KOVAL: I think this merger, for instance, is very much about menthol. While menthol usage is declining, along with all cigarette usage, it's declining at a much slower rate - about half the rate, I believe, as regular flavored cigarettes.

NOGUCHI: And because menthols are popular among African-Americans, the companies focus ads and coupons there. David Howard, a spokesman for R.J. Reynolds, acknowledges menthol is a factor in the merger. But the driving force is what he calls smokeless products.

DAVID HOWARD: For R.J. Reynolds, I mean, the focus is on innovation and providing innovative smoke-free alternatives for adult tobacco consumers to consider.
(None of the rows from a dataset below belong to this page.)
/**
 * A note's blocks, read and analysed. Each block's work is cached by its
 * body text, so after an edit only the blocks whose text changed are read
 * again; positions are mapped to the note on every call (cheap).
 */
import { analyse, DEFAULT_ANALYSIS_OPTIONS, type AnalysisOptions } from '../analysis/analyse';
import type { BlockResults } from '../analysis/results';
import type { BlockInput, BlockMeta } from '../block/input';
import { interpretBody } from '../block/interpret';
import {
  dependenciesHold,
  mayHaveChanged,
  NO_DEPENDENCIES,
  type Dependency,
  type Externals,
  type KeyChanges,
} from '../block/externals';
import {
  flatText,
  movedBlock,
  planReuse,
  resumeAt,
  type AnyText,
  firstAtOrAfter,
  type NoteMemory,
  type Reuse,
  type TextChange,
} from './rescanPlan';
import { largeBlockProblem, listedProblems } from './blockBounds';
import { scanInWindows } from './windows';
import { NO_PROBLEMS, problemIndices, report, shiftReport } from './report';
import { ownCopy } from '../text/common';
import { isLevelsInfo, scanFencedBlocks, type FencedBlock } from '../text/fences';
import type { Problem, Span, Status } from '../types';

/**
 * How much of one note an analysis reads. A host that must stay responsive
 * (the language server) bounds it; reading stops before the first `levels`
 * block that would pass a bound, and the report says where and why.
 */
export interface AnalyzerLimits {
  /** Most `levels` blocks read per note. */
  readonly maxBlocks: number;
  /** Most characters of `levels` block bodies read per note, all blocks together. */
  readonly maxBodyChars: number;
  /**
   * Most characters of one block's body that are read (no bound when absent): a longer body is not read
   * and gets the error `block-large` (see blockBounds.ts).
   */
  readonly maxBlockChars?: number;
}

/** No bound: every block is read (the command line reports whole notebooks). */
export const UNBOUNDED: AnalyzerLimits = { maxBlocks: Infinity, maxBodyChars: Infinity };

/** Options of an {@link Analyzer}. */
export interface AnalyzerOptions extends AnalysisOptions {
  /** Extra fence info strings treated as `levels` blocks. */
  readonly infoStrings: readonly string[];
  /** Most blocks kept in the cache. */
  readonly cacheSize: number;
  /**
   * Most characters of block bodies kept in the cache besides those of the note analysed last: a long
   * body edited keystroke by keystroke leaves a new body each time, which a count of blocks alone would
   * let pile up to gigabytes.
   */
  readonly cacheChars: number;
  /** How much of a note is read; unbounded by default. */
  readonly limits: AnalyzerLimits;
}

/** The contract's defaults. */
export const DEFAULT_ANALYZER_OPTIONS: AnalyzerOptions = {
  ...DEFAULT_ANALYSIS_OPTIONS,
  infoStrings: [],
  cacheSize: 20_000,
  cacheChars: Infinity,
  limits: UNBOUNDED,
};

/** Where a bounded analysis stopped: the first block not read, and the bound it would have passed. */
export interface Bounded {
  /** Note offset and 0-based line of the opening fence of the first block not read. */
  readonly offset: number;
  readonly line: number;
  readonly reason: 'blocks' | 'size';
}
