def size_quadrature(inputs: dict, start_sites: dict, sigma: float, ls, v_pilot: float) -> tuple[int, dict]:
    """The rule of the integrated per-cell term (``models.cell_term``: Gauss–Hermite nodes, or
    ``cell_term.LAPLACE``). With the chains' start (``conditional_mode``: the kept field and
    level at the pilot σ, ℓ): the cheapest rule — the second-order Laplace expansion, then the
    fewest Gauss–Hermite nodes — whose error, summed over the exposed cells at the start's
    η = log E_c + μ + f_c, is
    within QUADRATURE_NOTE_NATS at the term variance there and at QUADRATURE_MARGIN times the
    larger of it and the pilot's (``cell_term.nodes_for_cells``; the most nodes, reported as
    beyond the budget, if none is within it) — the summary's check (``dropped_modes``) measures
    the same error again at the posterior's largest variance. Without a start: the table,
    ``cell_term.nodes_for``, at QUADRATURE_MARGIN times the pilot's variance (its worst cell
    of any data set within 1e-7 nats). Returns (nodes, report)."""
    kernels, pre = inputs["kernels"], inputs["precond"]
    table = nodes_for(QUADRATURE_MARGIN * v_pilot)
    if "u_modes" not in start_sites or "level" not in start_sites:
        return table, {"nodes": table, "quadrature": rule_name(table),
                       "rule": f"cell_term.nodes_for at {QUADRATURE_MARGIN:g}× the term's variance at the pilot (no "
                               "chains' start to size it on: no start search, or it failed)"}
    f, _, mu, v, _ = kernels.evaluate_marginal(jnp.asarray(start_sites["u_modes"]), jnp.asarray(start_sites["level"]),
                                               jnp.asarray(sigma, float), jnp.asarray(ls, float), pre)
    variances = sorted({float(v), QUADRATURE_MARGIN * max(float(v), v_pilot)})
    nodes, tried = nodes_for_cells(*exposed_cells(pre, float(mu), np.asarray(f, float)), variances,
                                   QUADRATURE_NOTE_NATS)
    within = tried.get(nodes) is not None and tried[nodes] <= QUADRATURE_NOTE_NATS
    # the Laplace expansion only up to the largest variance it was measured at
    bound = {"laplace_up_to_variance": max(variances), "above_it": rule_name(GH_NODES)} if nodes == LAPLACE else {}
    return nodes, {"nodes": nodes, "quadrature": rule_name(nodes), **bound, "table_nodes": table,
                   "term_variances": variances, "within_budget": within,
                   "summed_error_nats_by_nodes": {str(k): e for k, e in tried.items()},
                   "rule": (f"the cheapest rule — the second-order Laplace expansion (nodes {LAPLACE}), then the "
                            f"fewest Gauss–Hermite nodes — whose error against a {REFERENCE_NODES}-node rule, summed "
                            "over the exposed "
                            f"cells at the chains' start (conditional mode at the pilot σ, ℓ), is within "
                            f"{QUADRATURE_NOTE_NATS:g} nats at the term variance there and at {QUADRATURE_MARGIN:g}× "
                            f"the larger of it and the pilot's (used where the term is integrated out: without "
                            f"per-scan terms)")}
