@dataclass(frozen=True)
class Lowmarsh:
    """Ground truth of the Lowmarsh breakwater radar (invented numbers)."""

    range_m: tuple[float, float] = (200.0, 6000.0)
    bearing_deg: tuple[float, float] = (-70.0, 70.0)
    land_bearing_deg: tuple[float, float] = (42.0, 70.0)
    sea_peak: float = 7.5e-7  # m⁻² scan⁻¹ at the inner range
    sea_falloff_m: float = 1200.0  # e-folding range of sea clutter
    shoal_peak: float = 1.8e-6  # m⁻² scan⁻¹ at the shoal centre
    shoal_range_m: float = 3200.0
    shoal_bearing_deg: float = -25.0
    shoal_radius_m: float = 300.0  # Gaussian sd of the patch
    floor: float = 2.8e-8  # receiver-noise floor, m⁻² scan⁻¹
    land: float = 2.0e-7  # land clutter inside the masked sector (dropped by a fit)
    scan_period_s: float = 2.4

    def region(self) -> Region:
        return Region(
            frame="polar",
            bounds0=self.range_m,
            bounds1=self.bearing_deg,
            masks=(SectorMask(range=self.range_m, bearing=self.land_bearing_deg, name="land"),),
        )

    def sea_intensity(self, r, b):
        """Clutter intensity over the sea [m⁻² scan⁻¹] at range r [m], bearing b [deg]."""
        r = np.asarray(r, float)
        b = np.asarray(b, float)
        x, y = polar_to_cartesian(r, b)
        sx, sy = polar_to_cartesian(self.shoal_range_m, self.shoal_bearing_deg)
        d2 = (x - sx) ** 2 + (y - sy) ** 2
        return (
            self.sea_peak * np.exp(-(r - self.range_m[0]) / self.sea_falloff_m)
            + self.shoal_peak * np.exp(-0.5 * d2 / self.shoal_radius_m**2)
            + self.floor
        )

    def intensity(self, r, b):
        """Everything the radar reports, land included [m⁻² scan⁻¹]."""
        b = np.asarray(b, float)
        on_land = (b >= self.land_bearing_deg[0]) & (b <= self.land_bearing_deg[1])
        return np.where(on_land, self.land + self.floor, self.sea_intensity(r, b))

    def lam_max(self) -> float:
        return self.sea_peak + self.shoal_peak + self.floor + self.land

    def zone_rate(self, range_m, bearing_deg, order: int = 64) -> tuple[float, float]:
        """True expected clutter detections per scan in a polar zone [r₁, r₂] × [θ₁, θ₂]
        (inside the window: the land mask applies), by Gauss–Legendre quadrature; returns
        (rate, |rate(order) − rate(2·order)|)."""
        zone = Region(frame="polar", bounds0=tuple(range_m), bounds1=tuple(bearing_deg),
                      masks=(SectorMask(range=self.range_m, bearing=self.land_bearing_deg, name="land"),))

        def integral(n):
            c0, c1, w = zone.quadrature(n)
            return float(np.sum(w * self.sea_intensity(c0, c1)))

        lo, hi = integral(order), integral(2 * order)
        return hi, abs(hi - lo)

    def window_rate(self, order: int = 64) -> tuple[float, float]:
        """True expected detections per scan over the window (region minus the land mask),
        by Gauss–Legendre quadrature; returns (rate, |rate(order) − rate(2·order)|)."""
        reg = self.region()

        def integral(n):
            c0, c1, w = reg.quadrature(n)
            return float(np.sum(w * self.sea_intensity(c0, c1)))

        lo, hi = integral(order), integral(2 * order)
        return hi, abs(hi - lo)
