import assert from "node:assert/strict";
import { describe, test } from "./harness";
import { countProjects, demoOrganisationId, demoUser } from "./support/fixtures";
import { expectHidden, expectNotFound, expectVisible, signIn } from "./support/pages";
import { fillProjectForm } from "./support/project-form";

describe("roles", () => {
  test("a viewer sees no New project and may not open the new-project page", async ({ page }) => {
    const viewer = demoUser("viewer");
    await signIn(page, viewer.email, viewer.password);
    await page.goto("/projects");
    await expectVisible(page.getByRole("heading", { name: /projects/i }), "the projects heading");
    await expectHidden(page.getByRole("link", { name: /new project/i }), "a New project link");
    await expectHidden(page.getByRole("button", { name: /new project/i }), "a New project button");
    await expectNotFound(page, "/projects/new");
    assert.equal(await page.getByLabel(/^project code/i).count(), 0, "no project form for a viewer");
  });

  test("an engineer creates a project", async ({ page, unique, screenshot }) => {
    const engineer = demoUser("engineer");
    const orgId = await demoOrganisationId();
    const before = await countProjects(orgId);
    await signIn(page, engineer.email, engineer.password);
    await page.goto("/projects");
    await page.getByRole("link", { name: /new project/i }).click();
    await page.waitForURL(/\/projects\/new/);
    const code = `E2E-${unique}`.toUpperCase();
    await fillProjectForm(page, {
      code,
      name: "Distribution board DB-3, test hall",
      client: "Harrowgate Test Works",
      systemVoltage: "400",
    });
    await screenshot("project-new-filled", page);
    await page.getByRole("button", { name: /create project|save/i }).click();
    await page.waitForURL((url) => /^\/projects\/\d+/.test(url.pathname), { timeout: 20_000 });
    await expectVisible(page.getByText(code), "the new project's code on its page");
    await screenshot("project-detail", page);
    assert.equal(await countProjects(orgId), before + 1, "one project more in the database");
    await page.goto("/projects");
    await expectVisible(page.getByText(code, { exact: true }), "the new project in the list");
  });

  test("an administrator sees Users; an engineer gets 404 on /admin/users", async ({ page, newPage, screenshot }) => {
    const admin = demoUser("admin");
    await signIn(page, admin.email, admin.password);
    await page.goto("/projects");
    await page.getByRole("link", { name: /^users$/i }).first().click();
    await page.waitForURL(/\/admin\/users/);
    for (const role of ["lead", "engineer", "viewer"] as const) {
      await expectVisible(page.getByText(demoUser(role).email), `${role} in the user list`);
    }
    await screenshot("admin-users", page);

    const engineer = demoUser("engineer");
    const other = await newPage();
    await signIn(other, engineer.email, engineer.password);
    await other.goto("/projects");
    await expectHidden(other.getByRole("link", { name: /^users$/i }), "a Users link for an engineer");
    await expectNotFound(other, "/admin/users");
    assert.equal(await other.getByRole("button", { name: /send invitation/i }).count(), 0, "no invitation form for an engineer");
    assert.equal(await other.getByText(demoUser("viewer").email).count(), 0, "no user list for an engineer");
  });
});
NOGUCHI: Notably, electronic cigarettes, which are a small but growing market. Howard says he expects the market for e-cigarette, snuff and nicotine patches could grow as traditional cigarettes continue to fall out of favor. Iris DeLutro is 63 and from Queens, New York, and typifies the changing habits of smokers these days.

IRIS DELUTRO: I've cut down dramatically. I used to smoke a pack and a half.

NOGUCHI: DeLutro says she used to smoke while working at her desk, but times have changed, and so have her own attitudes. Now she's hoping to use the patch to try to quit altogether.

DELUTRO: I don't smoke indoors at all. My apartment is smoke-free. I don't let my grandsons see me smoking.

NOGUCHI: There are still enclaves where smoking is alive and well. The Midwest, where Sheila Martin lives, has a higher smoking rate than other areas and nearly double what it is in the West.

SHEILA MARTIN: My mom and dad smoked when I was growing up. I don't know anybody whose parents didn't smoke.

NOGUCHI: Martin owns a tavern in Hutchinson, Kansas which still permits smoking. Her bar was grandfathered in under a state smoking ban. And Martin wants very much to keep it that way.

MARTIN: In a country where people have the right to assemble, you know, as long as tobacco is sold and sanctioned by the government, they're making a lot of money on it. People ought to be allowed to choose.

NOGUCHI: But even a diehard smoker like Martin says she may consider e-cigarettes.

MARTIN: If I decided I didn't enjoy it anymore, I think I probably would try the e-cigs.

NOGUCHI: There may come a time, she says, when she'll take up a smokeless alternative like some of her customers. But that day has not yet come. Yuki Noguchi, NPR News, Washington.